▶ **Data items**
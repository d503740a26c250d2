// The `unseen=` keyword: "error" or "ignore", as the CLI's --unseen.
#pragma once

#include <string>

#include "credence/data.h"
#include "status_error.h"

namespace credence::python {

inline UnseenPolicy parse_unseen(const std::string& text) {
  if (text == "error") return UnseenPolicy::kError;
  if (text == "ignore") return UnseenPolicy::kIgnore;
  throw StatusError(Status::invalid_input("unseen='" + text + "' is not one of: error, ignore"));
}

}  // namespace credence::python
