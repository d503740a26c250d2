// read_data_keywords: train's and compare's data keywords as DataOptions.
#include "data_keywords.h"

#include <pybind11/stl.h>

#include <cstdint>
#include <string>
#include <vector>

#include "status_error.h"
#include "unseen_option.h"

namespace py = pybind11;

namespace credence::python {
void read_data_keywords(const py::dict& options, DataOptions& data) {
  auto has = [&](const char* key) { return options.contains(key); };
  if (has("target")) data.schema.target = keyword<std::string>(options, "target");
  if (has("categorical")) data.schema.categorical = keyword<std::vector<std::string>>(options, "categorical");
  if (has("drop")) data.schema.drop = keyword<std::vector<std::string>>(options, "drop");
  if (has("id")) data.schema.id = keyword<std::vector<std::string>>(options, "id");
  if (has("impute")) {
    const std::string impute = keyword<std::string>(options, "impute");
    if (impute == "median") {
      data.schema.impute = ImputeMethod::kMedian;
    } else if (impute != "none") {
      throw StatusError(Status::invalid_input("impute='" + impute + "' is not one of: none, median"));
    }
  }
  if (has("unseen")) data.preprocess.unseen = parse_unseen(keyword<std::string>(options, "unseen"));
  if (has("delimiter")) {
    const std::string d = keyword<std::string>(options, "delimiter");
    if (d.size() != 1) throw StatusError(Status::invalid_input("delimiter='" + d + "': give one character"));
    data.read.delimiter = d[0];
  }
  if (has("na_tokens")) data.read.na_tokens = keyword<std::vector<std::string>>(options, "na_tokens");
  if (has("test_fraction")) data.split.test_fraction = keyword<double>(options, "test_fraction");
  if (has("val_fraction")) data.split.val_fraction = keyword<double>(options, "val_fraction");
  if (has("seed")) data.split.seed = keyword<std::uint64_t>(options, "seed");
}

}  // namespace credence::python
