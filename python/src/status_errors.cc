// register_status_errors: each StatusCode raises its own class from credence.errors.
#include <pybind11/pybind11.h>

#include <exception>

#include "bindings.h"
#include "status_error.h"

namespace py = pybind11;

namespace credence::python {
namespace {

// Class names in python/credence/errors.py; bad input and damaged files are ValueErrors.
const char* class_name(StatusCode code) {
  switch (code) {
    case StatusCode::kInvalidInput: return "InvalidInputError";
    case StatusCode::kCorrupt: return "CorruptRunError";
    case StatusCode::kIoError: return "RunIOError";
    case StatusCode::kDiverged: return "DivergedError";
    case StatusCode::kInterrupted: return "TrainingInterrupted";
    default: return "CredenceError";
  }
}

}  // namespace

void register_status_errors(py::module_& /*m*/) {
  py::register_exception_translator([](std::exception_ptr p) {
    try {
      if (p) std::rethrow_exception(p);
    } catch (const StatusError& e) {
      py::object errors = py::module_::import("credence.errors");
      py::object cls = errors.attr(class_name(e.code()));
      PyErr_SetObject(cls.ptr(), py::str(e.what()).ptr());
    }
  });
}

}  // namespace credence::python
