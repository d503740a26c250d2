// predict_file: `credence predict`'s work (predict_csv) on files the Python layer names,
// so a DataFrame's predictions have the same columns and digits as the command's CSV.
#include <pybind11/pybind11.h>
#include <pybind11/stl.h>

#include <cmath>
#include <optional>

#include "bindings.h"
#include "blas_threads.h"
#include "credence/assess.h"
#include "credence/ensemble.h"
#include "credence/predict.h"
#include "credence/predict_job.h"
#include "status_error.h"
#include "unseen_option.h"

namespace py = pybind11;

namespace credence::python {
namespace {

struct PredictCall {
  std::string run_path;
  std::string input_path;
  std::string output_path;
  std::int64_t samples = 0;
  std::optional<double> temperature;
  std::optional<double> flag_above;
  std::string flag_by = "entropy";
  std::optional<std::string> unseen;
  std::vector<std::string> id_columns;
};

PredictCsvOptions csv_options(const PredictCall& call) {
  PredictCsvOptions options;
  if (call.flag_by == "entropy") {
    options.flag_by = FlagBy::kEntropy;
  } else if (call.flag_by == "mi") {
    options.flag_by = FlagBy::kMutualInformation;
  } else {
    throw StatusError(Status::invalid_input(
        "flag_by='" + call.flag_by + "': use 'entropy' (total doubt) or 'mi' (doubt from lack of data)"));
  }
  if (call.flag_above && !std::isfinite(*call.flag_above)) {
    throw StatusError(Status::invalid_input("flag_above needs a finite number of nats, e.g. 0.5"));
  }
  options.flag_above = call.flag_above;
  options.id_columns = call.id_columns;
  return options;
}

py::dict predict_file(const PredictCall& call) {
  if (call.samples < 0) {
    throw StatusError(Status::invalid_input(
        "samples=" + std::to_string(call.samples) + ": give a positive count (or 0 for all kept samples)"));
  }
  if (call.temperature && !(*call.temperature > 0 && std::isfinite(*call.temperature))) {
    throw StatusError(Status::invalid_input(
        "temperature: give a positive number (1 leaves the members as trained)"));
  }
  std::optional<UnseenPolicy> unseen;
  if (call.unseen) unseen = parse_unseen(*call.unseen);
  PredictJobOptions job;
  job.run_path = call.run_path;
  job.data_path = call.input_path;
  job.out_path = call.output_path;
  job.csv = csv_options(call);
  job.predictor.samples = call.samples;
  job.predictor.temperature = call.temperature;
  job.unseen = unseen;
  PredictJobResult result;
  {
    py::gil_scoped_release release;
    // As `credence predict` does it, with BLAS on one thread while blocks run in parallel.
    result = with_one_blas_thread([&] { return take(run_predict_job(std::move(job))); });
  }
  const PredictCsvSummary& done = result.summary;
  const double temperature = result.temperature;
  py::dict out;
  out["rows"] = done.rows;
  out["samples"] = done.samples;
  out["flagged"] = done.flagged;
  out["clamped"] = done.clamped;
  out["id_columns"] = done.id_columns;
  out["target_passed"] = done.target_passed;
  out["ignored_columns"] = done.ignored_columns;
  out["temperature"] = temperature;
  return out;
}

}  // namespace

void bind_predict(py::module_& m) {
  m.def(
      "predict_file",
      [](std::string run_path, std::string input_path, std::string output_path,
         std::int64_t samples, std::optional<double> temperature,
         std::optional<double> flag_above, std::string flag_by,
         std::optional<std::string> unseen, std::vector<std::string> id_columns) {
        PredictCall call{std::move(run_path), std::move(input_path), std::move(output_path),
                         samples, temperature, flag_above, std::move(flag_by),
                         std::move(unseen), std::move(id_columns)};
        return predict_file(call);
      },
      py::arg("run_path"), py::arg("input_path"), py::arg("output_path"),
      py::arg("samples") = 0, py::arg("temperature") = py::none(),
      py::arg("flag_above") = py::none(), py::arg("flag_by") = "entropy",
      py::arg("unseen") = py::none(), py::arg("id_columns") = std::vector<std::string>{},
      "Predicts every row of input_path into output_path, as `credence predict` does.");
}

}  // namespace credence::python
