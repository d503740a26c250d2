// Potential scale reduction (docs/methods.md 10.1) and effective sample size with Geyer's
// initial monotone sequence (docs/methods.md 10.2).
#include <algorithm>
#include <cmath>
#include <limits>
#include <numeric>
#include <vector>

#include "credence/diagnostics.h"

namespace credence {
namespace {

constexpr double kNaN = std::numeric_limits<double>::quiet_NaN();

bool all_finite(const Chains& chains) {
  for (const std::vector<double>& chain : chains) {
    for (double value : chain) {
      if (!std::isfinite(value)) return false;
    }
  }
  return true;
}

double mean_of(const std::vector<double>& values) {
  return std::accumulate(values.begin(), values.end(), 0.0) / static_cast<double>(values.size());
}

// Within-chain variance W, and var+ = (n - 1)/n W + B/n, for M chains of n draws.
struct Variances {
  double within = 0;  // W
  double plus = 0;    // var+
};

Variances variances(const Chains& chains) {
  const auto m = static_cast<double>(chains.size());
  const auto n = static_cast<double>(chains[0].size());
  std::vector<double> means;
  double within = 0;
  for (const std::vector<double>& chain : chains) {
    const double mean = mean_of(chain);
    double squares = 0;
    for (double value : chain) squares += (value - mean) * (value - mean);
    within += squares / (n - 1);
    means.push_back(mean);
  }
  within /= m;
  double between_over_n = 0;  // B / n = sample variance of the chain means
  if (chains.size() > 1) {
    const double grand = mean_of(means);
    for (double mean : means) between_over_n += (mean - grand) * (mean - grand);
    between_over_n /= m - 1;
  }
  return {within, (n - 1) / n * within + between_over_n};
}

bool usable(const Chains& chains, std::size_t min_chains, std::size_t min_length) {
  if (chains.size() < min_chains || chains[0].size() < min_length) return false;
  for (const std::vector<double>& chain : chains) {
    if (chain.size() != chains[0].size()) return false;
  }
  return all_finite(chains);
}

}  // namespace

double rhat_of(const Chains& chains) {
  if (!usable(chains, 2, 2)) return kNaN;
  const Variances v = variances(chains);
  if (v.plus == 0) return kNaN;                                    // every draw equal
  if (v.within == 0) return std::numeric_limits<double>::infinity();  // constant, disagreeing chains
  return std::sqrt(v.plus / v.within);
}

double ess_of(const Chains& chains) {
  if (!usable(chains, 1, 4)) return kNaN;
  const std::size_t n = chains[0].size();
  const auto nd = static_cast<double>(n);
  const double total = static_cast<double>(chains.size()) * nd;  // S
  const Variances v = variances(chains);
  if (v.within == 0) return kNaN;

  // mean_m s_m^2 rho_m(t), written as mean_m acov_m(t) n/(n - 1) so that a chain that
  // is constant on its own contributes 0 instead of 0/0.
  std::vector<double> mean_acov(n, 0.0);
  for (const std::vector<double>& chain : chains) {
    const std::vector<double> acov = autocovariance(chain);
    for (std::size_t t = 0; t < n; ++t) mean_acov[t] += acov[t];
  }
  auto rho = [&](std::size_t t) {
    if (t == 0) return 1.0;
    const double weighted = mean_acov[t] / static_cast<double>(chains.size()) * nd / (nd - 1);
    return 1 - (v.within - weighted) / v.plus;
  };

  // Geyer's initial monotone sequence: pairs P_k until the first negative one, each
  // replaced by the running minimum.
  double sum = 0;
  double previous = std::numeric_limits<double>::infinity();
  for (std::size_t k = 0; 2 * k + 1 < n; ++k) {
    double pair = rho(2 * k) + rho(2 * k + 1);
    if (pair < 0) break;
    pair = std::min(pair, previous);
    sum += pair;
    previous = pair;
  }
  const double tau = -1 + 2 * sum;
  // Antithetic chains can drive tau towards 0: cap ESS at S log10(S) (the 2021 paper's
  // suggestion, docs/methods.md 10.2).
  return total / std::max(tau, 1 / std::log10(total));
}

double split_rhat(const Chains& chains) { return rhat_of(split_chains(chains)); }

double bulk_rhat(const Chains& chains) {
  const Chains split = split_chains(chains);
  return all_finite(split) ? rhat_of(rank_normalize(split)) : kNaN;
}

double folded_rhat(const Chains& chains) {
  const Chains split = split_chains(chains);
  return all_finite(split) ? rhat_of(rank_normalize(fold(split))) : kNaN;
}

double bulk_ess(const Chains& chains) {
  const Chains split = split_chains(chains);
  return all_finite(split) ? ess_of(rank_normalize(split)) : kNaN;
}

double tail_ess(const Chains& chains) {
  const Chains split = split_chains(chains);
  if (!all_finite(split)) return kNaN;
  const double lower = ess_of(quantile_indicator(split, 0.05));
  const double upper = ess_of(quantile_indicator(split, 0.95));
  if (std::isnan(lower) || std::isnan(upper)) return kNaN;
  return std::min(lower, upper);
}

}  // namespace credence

▶ **ASSIGNMENT**
Using the entries above, output exactly the lines between the line holding "the running minimum." and the line holding "const double tau = -1 + 2 * sum;", end lines included, and nothing more.

▶ **ANSWER TO THIS EXERCISE**
  // replaced by the running minimum.
  double sum = 0;
  double previous = std::numeric_limits<double>::infinity();
  for (std::size_t k = 0; 2 * k + 1 < n; ++k) {
    double pair = rho(2 * k) + rho(2 * k + 1);
    if (pair < 0) break;
    pair = std::min(pair, previous);
    sum += pair;
    previous = pair;
  }
  const double tau = -1 + 2 * sum;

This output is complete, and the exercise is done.